[Buildroot] [git commit branch/2019.02.x] package/webkitgtk: security bump to version 2.24.2

Peter Korsgaard peter at korsgaard.com
Thu Jun 6 12:48:10 UTC 2019 

commit: https://git.buildroot.net/buildroot/commit/?id=cdbfe7a8e61c2a2e5c3364e72c5efa523073f0e9
branch: https://git.buildroot.net/buildroot/commit/?id=refs/heads/2019.02.x

This is a new major release which brings in many improvements and new
features. For a complete list, please refer to the release notes:

  https://webkitgtk.org/2019/03/13/webkitgtk2.24.0-released.html
  https://webkitgtk.org/2019/04/09/webkitgtk2.24.1-released.html
  https://webkitgtk.org/2019/05/17/webkitgtk2.24.2-released.html

Updating to version 2.24.2 also includes fixes for CVE-2019-6201,
CVE-2019-6251, CVE-2019-7285, CVE-2019-7292, CVE-2019-8503,
CVE-2019-8506, CVE-2019-8515, CVE-2019-8518, CVE-2019-8523,
CVE-2019-8524, CVE-2019-8535, CVE-2019-8536, CVE-2019-8544,
CVE-2019-8551, CVE-2019-8558, CVE-2019-8559, CVE-2019-8563,
CVE-2019-11070, CVE-2019-6237, CVE-2019-8571, CVE-2019-8583,
CVE-2019-8584, CVE-2019-8586, CVE-2019-8587, CVE-2019-8594,
CVE-2019-8595, CVE-2019-8596, CVE-2019-8597, CVE-2019-8601,
CVE-2019-8607, CVE-2019-8608, CVE-2019-8609, CVE-2019-8610,
CVE-2019-8615, CVE-2019-8611, CVE-2019-8619, CVE-2019-8622, and
CVE-2019-8623.

The detailed security advisories can be found at:

  https://webkitgtk.org/security/WSA-2019-0002.html
  https://webkitgtk.org/security/WSA-2019-0003.html

The BR2_PACKAGE_WEBKITGTK_ARCH_SUPPORTS_JIT configuration symbol is not
needed anymore, because the logic to decide whether the JavaScriptCore
JIT spport can be enabled has been improved upstream.

One of the new features in 2.24.x is the support for JPEG2000 images,
which is implemented using the OpenJPEG library.
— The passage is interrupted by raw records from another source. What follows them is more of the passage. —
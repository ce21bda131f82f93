import { LIMIT_RULES, limitNotJudged } from './limits/rules';
import { REMOVAL_RULES } from './removals/rules';
import { axisWithoutTwin } from './rotors/axis';
import { carrierMissing, polarBeyondCarrier, withoutCarrier } from './rotors/carrier';
import { neverTurns, shaftWithoutSpeed, twoBlades } from './rotors/rules';
import { assemblyNotCounted, assemblyTotalDiffers, parentCountedWithChildren } from './rows/assemblies';
import {
  actualWithGrowth,
  adjustmentsLeftOut,
  estimatedWithoutGrowth,
  sigmaBeyondValue,
  withoutGroup,
  withoutMaturity,
} from './rows/bookkeeping';
import { changedByInertiaUnit, changedByLengthUnit, changedByMassUnit, movedAcross } from './rows/changes';
import { memoRows, pairInHalfList } from './rows/counting';
import { duplicateRow, nearDuplicate, pairEnteredTwice, sameMassAndPlace } from './rows/duplicates';
import { listLengthSlip, listMassSlip, massJump } from './rows/former';
import { unknownGroup } from './rows/groups';
import { heavyPoint, masslessRow, masslessTensor, negativeMassOutsideAdjustments } from './rows/mass';
import { inertiaScale, largerThanGroup } from './rows/group-sizes';
import { outsideGroup, placeSlip } from './rows/neighbours';
import { omittedInertia } from './rows/omitted';
import { farOutside, onDatum, outsideAircraft } from './rows/place';
import { axesMirrored, halfOnOtherSide, mirroredOnPlane, sideAgainstName } from './rows/sides';
import { denserThanMetal, largerThanAircraft, momentsAboutDatum } from './rows/size';
import { impossibleTensor, productBounds, tensorWithinRounding } from './rows/tensor';
import { inertiaUnitSlip, massUnitSlip, mirrorProducts, samePartDiffers } from './rows/twins';
import { type RotorRule, type RowRule, type Rule, type WholeRule } from './rule';
import { groupWithoutMass, growthUnknown, massNotPositive } from './whole/mass';
import { beyondSpanOrLength, radiiOutsideClass, totalAboutDatum, totalUnitSlip } from './whole/radii';
import { flatness, izzNotLargest } from './whole/shape';
import { ixzAgainstLayout, ixzNegative, lateralCg, lateralProducts } from './whole/symmetry';
import { impossibleGroup, impossibleTotal, totalWithinRounding } from './whole/tensor';

/*
 * All rules, in the order in which findings of equal severity are shown. To add one, write it beside its kind (rows/, whole/,
 * rotors/), name it here, and give it a test that makes it fire and one that keeps it quiet.
 */

export const ROW_RULES: readonly RowRule[] = [
  impossibleTensor,
  productBounds,
  largerThanAircraft,
  masslessTensor,
  farOutside,
  negativeMassOutsideAdjustments,
  heavyPoint,
  denserThanMetal,
  momentsAboutDatum,
  massUnitSlip,
  inertiaUnitSlip,
  inertiaScale,
  largerThanGroup,
  listMassSlip,
  listLengthSlip,
  massJump,
  changedByMassUnit,
  changedByLengthUnit,
  changedByInertiaUnit,
  axesMirrored,
  sideAgainstName,
  mirrorProducts,
  outsideAircraft,
  onDatum,
  placeSlip,
  pairInHalfList,
  mirroredOnPlane,
  pairEnteredTwice,
  duplicateRow,
  parentCountedWithChildren,
  assemblyNotCounted,
  unknownGroup,
  sigmaBeyondValue,
  tensorWithinRounding,
  masslessRow,
  omittedInertia,
  outsideGroup,
  sameMassAndPlace,
  nearDuplicate,
  samePartDiffers,
  halfOnOtherSide,
  movedAcross,
  memoRows,
  assemblyTotalDiffers,
  withoutMaturity,
  withoutGroup,
  actualWithGrowth,
  estimatedWithoutGrowth,
  adjustmentsLeftOut,
];

export const WHOLE_RULES: readonly WholeRule[] = [
  massNotPositive,
  impossibleTotal,
  beyondSpanOrLength,
  impossibleGroup,
  izzNotLargest,
  flatness,
  totalUnitSlip,
  totalAboutDatum,
  totalWithinRounding,
  radiiOutsideClass,
  ixzNegative,
  ixzAgainstLayout,
  lateralCg,
  lateralProducts,
  groupWithoutMass,
  growthUnknown,
];

export const ROTOR_RULES: readonly RotorRule[] = [
  shaftWithoutSpeed,
  polarBeyondCarrier,
  carrierMissing,
  neverTurns,
  withoutCarrier,
  axisWithoutTwin,
  twoBlades,
];

const ALL: readonly Rule[] = [
  ...ROW_RULES,
  ...WHOLE_RULES,
  ...ROTOR_RULES,
  ...REMOVAL_RULES,
  ...Object.values(LIMIT_RULES),
  limitNotJudged,
];

/** The rule a finding came from; null for one that is no longer made. */
export function ruleOf(id: string): Rule | null {
  return ALL.find((rule) => rule.id === id) ?? null;
}
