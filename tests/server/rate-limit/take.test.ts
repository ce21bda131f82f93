import type pg from 'pg';
import { afterAll, beforeAll, describe, expect, it } from 'vitest';
import { createDb, createPool, type Db } from '@/db/client';
import { giveBack, peek, rateHeaders, take, takeOrRefuse } from '@/lib/server/rate-limit/take';
import { type PeopleUnderTest, peopleUnderTest } from '../../support/people';

const POLICY = { name: 'test', quota: 5, windowSeconds: 60 };

let test: PeopleUnderTest;
let other: { pool: pg.Pool; db: Db };

beforeAll(async () => {
  test = await peopleUnderTest();
  const pool = createPool(test.appUrl, 8, () => undefined);
  other = { pool, db: createDb(pool) };
});
afterAll(async () => {
  await other.db.destroy();
  await test.close();
});

describe('a rate limit', () => {
  it('is one for all processes that share the database, to the last request', async () => {
    const tries = Array.from({ length: 40 }, (_, i) =>
      take(i % 2 === 0 ? test.db : other.db, POLICY, 'shared'),
    );
    const allowed = (await Promise.all(tries)).filter((state) => state.allowed);
    expect(allowed).toHaveLength(POLICY.quota);
    expect(allowed.map((state) => state.remaining).sort()).toEqual([0, 1, 2, 3, 4]);
  });

  it('counts each key by itself', async () => {
    for (let i = 0; i < POLICY.quota; i += 1) await takeOrRefuse(test.db, POLICY, 'ann');
    await expect(takeOrRefuse(test.db, POLICY, 'ann')).rejects.toMatchObject({ code: 'too-many-requests' });
    expect((await take(test.db, POLICY, 'bob')).allowed).toBe(true);
  });

  it('begins anew when its window has passed', async () => {
    for (let i = 0; i < 7; i += 1) await take(test.db, POLICY, 'later');
    await test.db
      .updateTable('rate_limits')
      .set({ window_started_at: new Date(Date.now() - 61_000) })
      .execute();
    expect(await peek(test.db, POLICY, 'later')).toMatchObject({ allowed: true, remaining: 5 });
    expect(await take(test.db, POLICY, 'later')).toMatchObject({ allowed: true, remaining: 4, reset: 60 });
  });

  it('does not count what is given back', async () => {
    for (let i = 0; i < 20; i += 1) {
      expect((await take(test.db, POLICY, 'good')).allowed).toBe(true);
      await giveBack(test.db, POLICY, 'good');
    }
  });

  it('stores no address of a person', async () => {
    await take(test.db, POLICY, 'ann@skerry.example');
    const rows = await test.db.selectFrom('rate_limits').select('bucket').execute();
    expect(JSON.stringify(rows)).not.toContain('skerry');
  });
});

it('is told in the header fields of draft-ietf-httpapi-ratelimit-headers, with Retry-After once used up', () => {
  expect(rateHeaders({ policy: POLICY, allowed: true, remaining: 3, reset: 42 })).toEqual({
    'RateLimit-Policy': '"test";q=5;w=60',
    RateLimit: '"test";r=3;t=42',
  });
  expect(rateHeaders({ policy: POLICY, allowed: false, remaining: 0, reset: 42 })).toMatchObject({
    'Retry-After': '42',
  });
});
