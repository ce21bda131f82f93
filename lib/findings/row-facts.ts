import { type AirframeVec } from '@/lib/frames/tags';
import { type Component } from '@/lib/mass/component';
import { type ListDeclarations } from '@/lib/mass/declarations';
import { type PhysicalCheck, checkOwnMoments, hasOwnMoments } from '@/lib/mass/physical';
import { type Placement, isMirrored, piecesOf } from '@/lib/mass/place';
import { roundingOfPrinted } from '@/lib/mass/rounding';
import { applyMat } from '@/lib/numerics/mat3';
import { addVec } from '@/lib/numerics/vec3';

import { type Side, namedSide } from './named-side';

/** A row and what several rules ask of it, worked out once and only when asked. */
export class RowFacts {
  #ownCheck: PhysicalCheck | null = null;
  #place: AirframeVec | null = null;
  #side: Side | null | undefined;

  constructor(
    readonly component: Component,
    readonly placement: Placement,
  ) {}

  get declarations(): ListDeclarations {
    return this.placement.declarations;
  }

  get isCounted(): boolean {
    return this.component.counting === 'counted';
  }

  get isMirrored(): boolean {
    return isMirrored(this.component, this.declarations);
  }

  get hasOwnMoments(): boolean {
    return hasOwnMoments(this.component.moments);
  }

  /** Mass of all pieces and mirror images, kg. */
  get totalMass(): number {
    return this.component.mass * piecesOf(this.component, this.declarations);
  }

  /** What people call the row: its description, or its item where it has none. */
  get name(): string {
    return this.component.description ?? this.component.item;
  }

  /** The side that the description tells, or else the item. */
  get side(): Side | null {
    if (this.#side === undefined)
      this.#side = namedSide(this.component.description ?? '') ?? namedSide(this.component.item);
    return this.#side;
  }

  /** CG of the row as it stands (not of its mirror image) from the datum, airframe components, m. */
  get place(): AirframeVec {
    this.#place ??= this.placeOf(this.component.position);
    return this.#place;
  }

  /** Where a place of the list is in the airframe, from the datum, m. */
  placeOf(position: Component['position']): AirframeVec {
    return addVec(this.declarations.pose.origin, applyMat(this.placement.toAirframe, position));
  }

  /** How far the CG of the row as it stands is right of the plane of symmetry, m; negative to the left. */
  get right(): number {
    const { geometry, lateral } = this.placement;
    const across = this.place[lateral] - geometry.lateralPlane;
    return geometry.axes[lateral] === 'right' ? across : 0 - across;
  }

  /** Radius of gyration from the three own moments, sqrt(tr S / m), m; null without mass or moments. */
  get radius(): number | null {
    const { mass, moments } = this.component;
    if (mass === 0 || !this.hasOwnMoments) return null;
    const square = (moments.ixx + moments.iyy + moments.izz) / (2 * mass);
    return square > 0 ? Math.sqrt(square) : null;
  }

  /** What half a unit of the last printed digit can do to a principal second moment, kg.m2. */
  get rounding(): number {
    return roundingOfPrinted(this.component.moments, this.declarations.inertiaUnit);
  }

  /** Whether the row's own moments, or for negative mass what they take away, can be real. */
  get ownCheck(): PhysicalCheck {
    if (this.#ownCheck !== null) return this.#ownCheck;
    const { mass, moments } = this.component;
    const strict = checkOwnMoments(mass, moments);
    this.#ownCheck = strict.verdict === 'physical' ? strict : checkOwnMoments(mass, moments, this.rounding);
    return this.#ownCheck;
  }
}
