import { type AirframeGeometry } from '@/lib/mass/geometry';
import { type Placement } from '@/lib/mass/place';
import { type RollUp } from '@/lib/mass/roll-up';
import { type Sym3 } from '@/lib/numerics/sym3';
import { type OperatingPoint, type Rotor } from '@/lib/rotors/rotor';

import { type CheckBlock } from './columns/check-block';
import { type RowChange, type RowContext } from './context';
import { type Severity } from './finding';
import { type RowFacts } from './row-facts';
import { type SharedBooks } from './shared-books';

/** What a rule says about itself, for screens and for whoever has to answer its findings. */
export interface Rule {
  /** Stable: findings and their answers are stored by it. */
  readonly id: string;
  readonly severity: Severity;
  readonly sees: string;
  readonly why: string;
  readonly remedy: string;
  /** A document with its place, `first principles`, or `common practice, no source`. */
  readonly source: string;
}

/** What a rule saw. `rows` names the items (or rotors) concerned, the first 200 at most. */
export interface Sighting {
  readonly message: string;
  readonly rows: readonly string[];
  readonly count: number;
}

/** Watches the rows of one list go by, one at a time. */
export interface Watch {
  see(row: RowFacts): void;
  /**
   * The same for all rows of a block, which come in the order of the list: those that matter as objects are shown to `see`, the others
   * are taken in from their columns. Without it, `see` is shown every row. Rows come in one of the two ways, never in both.
   */
  block?(rows: CheckBlock): void;
  /** After the last row, once for each row whose figures changed since the revision before. */
  change?(change: RowChange): void;
  /** After the last row; null when there is nothing to say. */
  report(): Sighting | null;
}

/** A rule about rows. It sees each row once; `keeps` says what stays in memory between rows, which must not grow with their number. */
export interface RowRule extends Rule {
  readonly keeps: string;
  readonly watch: (list: WatchedList) => Watch;
}

/** What a watch can know of the list before its first row. Without a program `placement` is in the list's own axis words. */
export interface WatchedList extends RowContext {
  readonly placement: Placement;
  readonly books: SharedBooks;
}

/** A rule about a rolled-up condition. */
export interface WholeRule extends Rule {
  readonly look: (whole: RollUp, geometry: AirframeGeometry) => Sighting | null;
}

export interface RotatingParts {
  readonly rotors: readonly Rotor[];
  readonly points: readonly OperatingPoint[];
  /** The airframe; without it only shafts given by angles have a direction. */
  readonly geometry?: AirframeGeometry | undefined;
  /**
   * The list rows that rotors name (`list/item`) and that exist: the inertia tensor of one piece about its own CG, airframe components,
   * kg.m2. Without it no rotor is held against its row.
   */
  readonly carriers?: ReadonlyMap<string, Sym3> | undefined;
}

/** A rule about the rotating parts of a configuration and their operating points. */
export interface RotorRule extends Rule {
  readonly look: (parts: RotatingParts) => Sighting | null;
}
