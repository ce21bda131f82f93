import { type Db } from '@/db/client';
import { rowsByItem } from '@/db/queries/list-rows';
import { type DriverPart, type Drivers, type DriversAsked } from '@/lib/drivers/drivers';
import { type Account, accountFrom, AccountSum, toNumbersWithRest } from '@/lib/mass/account';
import { type GroupReading } from '@/lib/groups/breakdown';
import { type Category } from '@/lib/mass/component';
import { placementIn } from '@/lib/mass/converted-placement';
import { contributionOf, type Whole, wholeOf } from '@/lib/mass/contributions/contribution';
import { Largest } from '@/lib/mass/contributions/top';
import { type AirframeGeometry } from '@/lib/mass/geometry';
import { accountOfItem, groupBranches, NO_GROWTH, type OnBoardItem, rollUp } from '@/lib/mass/roll-up';
import { type Subtotal } from '@/lib/mass/subtotals';
import { componentOf } from '@/lib/server/lists/row-codec';
import { type SourceRevision } from '@/lib/server/three-views/sources';
import { rowAccounts } from './row-accounts';

/** Parts that are sent; the others are counted and summed. */
export const MOST_PARTS = 50;

export interface DriversSource {
  readonly geometry: AirframeGeometry;
  readonly revisions: readonly SourceRevision[];
  readonly subtotals: readonly Subtotal[];
  /** How the groups of rows are read; left out, as the rows state them. */
  readonly groups?: Pick<GroupReading, 'present'>;
  readonly condition: {
    readonly categories: readonly Category[];
    readonly items: readonly OnBoardItem[];
  };
}

const AS_STATED: Pick<GroupReading, 'present'> = { present: (path) => path };

/** Runs over parts: keeps the largest contributions to one number, and the sums of all. */
class Ranking<T> {
  readonly largest = new Largest<T>(MOST_PARTS);
  of = 0;
  sum = 0;
  gross = 0;

  constructor(
    readonly whole: Whole,
    readonly number: DriversAsked['number'],
  ) {}

  add(account: Account, of: T): void {
    const value = contributionOf(account, this.whole)[this.number];
    this.of += 1;
    this.sum += value;
    this.gross += Math.abs(value);
    this.largest.add(value, of);
  }
}

/**
 * What drives one of the ten numbers of a condition, without growth: of everything counted and approved that is on board, the parts
 * that contribute most. Null where there is no mass, and so no CG to contribute to.
 */
export async function loadDrivers(
  db: Db,
  source: DriversSource,
  asked: DriversAsked,
): Promise<Drivers | null> {
  const { geometry, subtotals, condition } = source;
  const { categories, items } = condition;
  const total = rollUp(subtotals, items, geometry, NO_GROWTH, { categories });
  const whole = wholeOf(total.basicAccount, geometry);
  if (whole === null) return null;
  const { parts, of, sum, gross } =
    asked.by === 'rows'
      ? await rankRows(db, source, whole, asked.number)
      : rankGroups(source, total, whole, asked);
  return { ...asked, geometry, whole: toNumbersWithRest(total.basicAccount), parts, of, sum, gross };
}

type Ranked = Pick<Drivers, 'parts' | 'of' | 'sum' | 'gross'>;

type Found = { readonly revision: number; readonly row: string } | { readonly onBoard: OnBoardItem };

async function rankRows(
  db: Db,
  { geometry, revisions, condition, groups = AS_STATED }: DriversSource,
  whole: Whole,
  number: DriversAsked['number'],
): Promise<Ranked> {
  const ranking = new Ranking<Found>(whole, number);
  const wanted = new Set(condition.categories);
  for (const [index, revision] of revisions.entries()) {
    const { items, categories, numbers } = await rowAccounts(db, revision);
    items.forEach((item, row) => {
      const category = categories[row];
      if (category === undefined || !wanted.has(category)) return;
      ranking.add(accountFrom(numbers, 10 * row), { revision: index, row: item });
    });
  }
  for (const item of condition.items) ranking.add(accountOfItem(item, geometry), { onBoard: item });
  const { of, sum, gross } = ranking;
  return {
    parts: await rowParts(db, ranking.largest.all(), { revisions, geometry, groups }),
    of,
    sum,
    gross,
  };
}

/** The rows found, in the order found, as they stand in their lists. */
async function rowParts(
  db: Db,
  found: readonly Found[],
  { revisions, geometry, groups }: Required<Pick<DriversSource, 'revisions' | 'geometry' | 'groups'>>,
): Promise<DriverPart[]> {
  const parts = new Map<string, DriverPart>();
  for (const [index, { id, code, number, declarations, conversion }] of revisions.entries()) {
    const items = found.flatMap((one) => ('onBoard' in one || one.revision !== index ? [] : [one.row]));
    if (items.length === 0) continue;
    const placement = placementIn(declarations, conversion);
    for (const row of await rowsByItem(db, id, items)) {
      const { pieces, image } = placement.parts(componentOf(row));
      parts.set(`${index} ${row.item}`, {
        key: `${code}/${row.item}`,
        name: row.item,
        description: row.description,
        group: groups.present(row.group_path),
        list: { code, revision: number },
        rows: 1,
        pieces: toNumbersWithRest(pieces),
        image: image && toNumbersWithRest(image),
      });
    }
  }
  return found.flatMap((one) => {
    if ('onBoard' in one) return [itemPart(one.onBoard, geometry)];
    const part = parts.get(`${one.revision} ${one.row}`);
    return part === undefined ? [] : [part];
  });
}

function itemPart(item: OnBoardItem, geometry: AirframeGeometry): DriverPart {
  return {
    key: `.${item.name}`,
    name: item.name,
    description: null,
    group: null,
    list: null,
    rows: 1,
    pieces: toNumbersWithRest(accountOfItem(item, geometry)),
    image: null,
  };
}

function rankGroups(
  { geometry, condition }: DriversSource,
  { groups }: ReturnType<typeof rollUp>,
  whole: Whole,
  { number, by }: DriversAsked,
): Ranked {
  const shown =
    by === 'groups' ? groups : groupBranches(groups, geometry).filter(({ group }) => !group.includes('/'));
  const parts: DriverPart[] = shown
    .filter(({ rows }) => rows > 0)
    .map(({ group, rows, basicAccount }) => ({
      key: group,
      name: group,
      description: null,
      group: null,
      list: null,
      rows,
      pieces: toNumbersWithRest(basicAccount),
      image: null,
    }));
  const onBoard = new AccountSum();
  for (const item of condition.items) onBoard.add(accountOfItem(item, geometry));
  if (condition.items.length > 0)
    parts.push({
      key: '.on-board',
      name: 'Items on board',
      description: null,
      group: null,
      list: null,
      rows: condition.items.length,
      pieces: toNumbersWithRest(onBoard.account),
      image: null,
    });
  const ranking = new Ranking<DriverPart>(whole, number);
  for (const part of parts) ranking.add(accountFrom(part.pieces, 0), part);
  const { of, sum, gross, largest } = ranking;
  return { parts: largest.all(), of, sum, gross };
}
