import { FACTORS, type Unit } from '@/lib/units/table';

/** A unit that would explain a ratio of stated over expected. */
export interface UnitSlip<U extends Unit> {
  readonly unit: U;
  /** False: the figures are in `unit`, not in the declared one. True: they were converted from `unit` once too often. */
  readonly isTwice: boolean;
  /** Stated over expected, from the factor table. */
  readonly factor: number;
  /** The unit that the figures were taken for on their way to the declared one; absent where that is the declared one. */
  readonly takenFor?: U;
}

const si = (unit: Unit): number => FACTORS[unit].times / FACTORS[unit].over;

/**
 * The ways in which a figure stated in `declared` can be off by a unit of the same kind, each with its factor: lb for kg 2.2046,
 * in for mm 25.4, lb.in2 for lb.ft2 144, lb.in2 for slug.ft2 4633.06 and so on. Factors nearer to 1 than `least` are left
 * out. The likeliest first: a unit mistaken for the declared one before a conversion made twice, small factors before large ones.
 */
export function unitSlips<U extends Unit>(declared: U, units: readonly U[], least = 1.5): UnitSlip<U>[] {
  const away = ({ factor }: UnitSlip<U>): number => Math.abs(Math.log(factor));
  const once = units
    .map((unit): UnitSlip<U> => ({ unit, isTwice: false, factor: si(declared) / si(unit) }))
    .filter((slip) => away(slip) >= Math.log(least))
    .sort((a, b) => away(a) - away(b));
  return [...once, ...once.map(({ unit, factor }) => ({ unit, isTwice: true, factor: 1 / factor }))];
}

/** Units that are exchanged before a list's own unit comes into play, by a supplier who converts: 32.174, 144, 12, 4633.06; 25.4. */
const EXCHANGED: readonly (readonly [Unit, Unit])[] = [
  ['slug', 'lb'],
  ['in', 'mm'],
  ['ft', 'in'],
  ['slug.ft2', 'lb.ft2'],
  ['lb.ft2', 'lb.in2'],
  ['slug.ft2', 'lbf.in.s2'],
  ['slug.ft2', 'lb.in2'],
];

/**
 * `unitSlips` and, after them, the usual exchanges of two units neither of which is `declared`. For figures that are known to
 * belong together within a fraction of a per cent: so many factors explain a looser ratio by chance.
 */
export function slipsOfOneThing<U extends Unit>(
  declared: U,
  units: readonly U[],
  least?: number,
): UnitSlip<U>[] {
  const isOurs = (unit: Unit): unit is U => units.some((one) => one === unit);
  const others = EXCHANGED.flatMap(([a, b]): UnitSlip<U>[] => {
    if (!isOurs(a) || !isOurs(b) || a === declared || b === declared) return [];
    return [
      { unit: a, takenFor: b, isTwice: false, factor: si(b) / si(a) },
      { unit: b, takenFor: a, isTwice: false, factor: si(a) / si(b) },
    ];
  });
  return [...unitSlips(declared, units, least), ...others];
}

/** The slip whose factor is within `tolerance` (a share) of the ratio stated over expected; null when there is none. */
export function slipAt<U extends Unit>(
  ratio: number,
  slips: readonly UnitSlip<U>[],
  tolerance: number,
): UnitSlip<U> | null {
  return slips.find(({ factor }) => Math.abs(ratio / factor - 1) <= tolerance) ?? null;
}

/** `as if in lb.in2`, `as if converted from lb.in2 once too often` or `as if slug.ft2 had been taken for lb.ft2`. */
export function slipWords({ unit, isTwice, takenFor }: UnitSlip<Unit>): string {
  if (takenFor !== undefined) return `as if ${unit} had been taken for ${takenFor}`;
  return isTwice ? `as if converted from ${unit} once too often` : `as if in ${unit}`;
}

/** Which of two figures for one thing, stated as `ratio` = now over before, is in another unit than declared; null when neither is. */
export function slipOfTwo<U extends Unit>(
  ratio: number,
  slips: readonly UnitSlip<U>[],
  tolerance: number,
): { readonly of: 'now' | 'before'; readonly slip: UnitSlip<U> } | null {
  const once = slips.filter(({ isTwice }) => !isTwice);
  const ofNow = slipAt(ratio, once, tolerance);
  if (ofNow !== null) return { of: 'now', slip: ofNow };
  const ofBefore = slipAt(1 / ratio, once, tolerance);
  return ofBefore === null ? null : { of: 'before', slip: ofBefore };
}
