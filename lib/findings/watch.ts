import { ROWS_NAMED } from './finding';
import { type RowFacts } from './row-facts';
import { type Watch } from './rule';

/** What `eachRow` keeps, in the words of a rule. */
export const FIRST_ROWS = `The names of the first ${ROWS_NAMED} rows, their count, and the first one's detail.`;

/** `1 row states` or `3 rows state`. */
export function counted(count: number, one: string, many: string): string {
  return `${count} ${count === 1 ? one : many}`;
}

/** A number for a sentence: four significant digits. */
export function shown(value: number): string {
  return String(Number(value.toPrecision(4)));
}

/**
 * A watch that judges each row by itself. `detail` says what is wrong with a row, or null; `headline` begins the message, which
 * ends with the first row's detail.
 */
export function eachRow(
  detail: (row: RowFacts) => string | null,
  headline: (count: number) => string,
): () => Watch {
  return () => {
    const rows: string[] = [];
    let count = 0;
    let first = '';
    return {
      see: (row) => {
        const what = detail(row);
        if (what === null) return;
        count += 1;
        if (rows.length < ROWS_NAMED) rows.push(row.component.item);
        if (count === 1) first = `${row.component.item}: ${what}`;
      },
      report: () =>
        count === 0
          ? null
          : { message: `${headline(count)}. ${count === 1 ? '' : 'First, '}${first}.`, rows, count },
    };
  };
}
Therefore now
BR2_PACKAGE_OPENJPEG is selected.

This adds one small patch which did not make it to the 2.24.2 release
which solves a build issue when the building the GStreamer GL elements
is disabled.

Signed-off-by: Adrian Perez de Castro <aperez at igalia.com>
Signed-off-by: Peter Korsgaard <peter at korsgaard.com>
(cherry picked from commit 6ca120e10a3abe9e2ac20fcd74eb4dabc66f6f87)
Signed-off-by: Peter Korsgaard <peter at korsgaard.com>
---
 ...001-Build-failure-after-r243644-in-GTK-Li.patch | 36 ++++++++++++++++++++++
 package/webkitgtk/Config.in                        | 17 +---------
 package/webkitgtk/webkitgtk.hash                   |  8 ++---
 package/webkitgtk/webkitgtk.mk                     | 11 ++-----
 4 files changed, 44 insertions(+), 28 deletions(-)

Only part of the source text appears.